→ **TASK OBJECTIVE**
The first line of the entries through the line bearing "verb list. */": copy these lines exactly and return nothing else.

→ **RECORDS SHOWN**
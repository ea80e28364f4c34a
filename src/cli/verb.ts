/**
 * The shape of a command-line verb. Each verb lives in `src/cli/verbs/<name>.ts` and default-exports a
 * `Verb`; `main.ts` finds it by name, so adding a verb touches no other file.
 */
import type { OptionAliases, OptionKind } from './args.ts';

export interface Verb {
  /** One line for the verb list. */
  summary: string;
  /** Usage line(s), printed by `fieldtally <verb> --help`. */
  usage: string;
  options: Record<string, OptionKind>;
  /** Old option names accepted for one version with a notice (old → current), not shown in the help. */
  aliases?: OptionAliases;
  /** Runs the verb; returns the exit code. Throwing an Error prints its message as a one-line error. */
  run(argv: string[], io: VerbIO): Promise<number>;
}

/** Where a verb writes; tests capture it. */
export interface VerbIO {
  out: (text: string) => void;
  err: (text: string) => void;
  /**
   * Writes one part of a large output as it is (no newline added), waiting while the consumer catches up;
   * when absent, parts go to `out` one by one. Large outputs (millions of samples) are written this way,
   * never built as one string.
   */
  write?: (part: string) => Promise<void>;
}

/** Writes `parts` in order through `io.write`, or `io.out` when the IO has no `write`. */
export async function writeParts(io: VerbIO, parts: Iterable<string>): Promise<void> {
  if (io.write) { for (const p of parts) await io.write(p); return; }
  let pending = '';
  for (const p of parts) pending += p;
  io.out(pending);
}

→ **TASK ANSWER**
repository ea80e28364f4c34a
filename src/cli/verb.ts
/**
 * The shape of a command-line verb. Each verb lives in `src/cli/verbs/<name>.ts` and default-exports a
 * `Verb`; `main.ts` finds it by name, so adding a verb touches no other file.
 */
import type { OptionAliases, OptionKind } from './args.ts';

export interface Verb {
  /** One line for the verb list. */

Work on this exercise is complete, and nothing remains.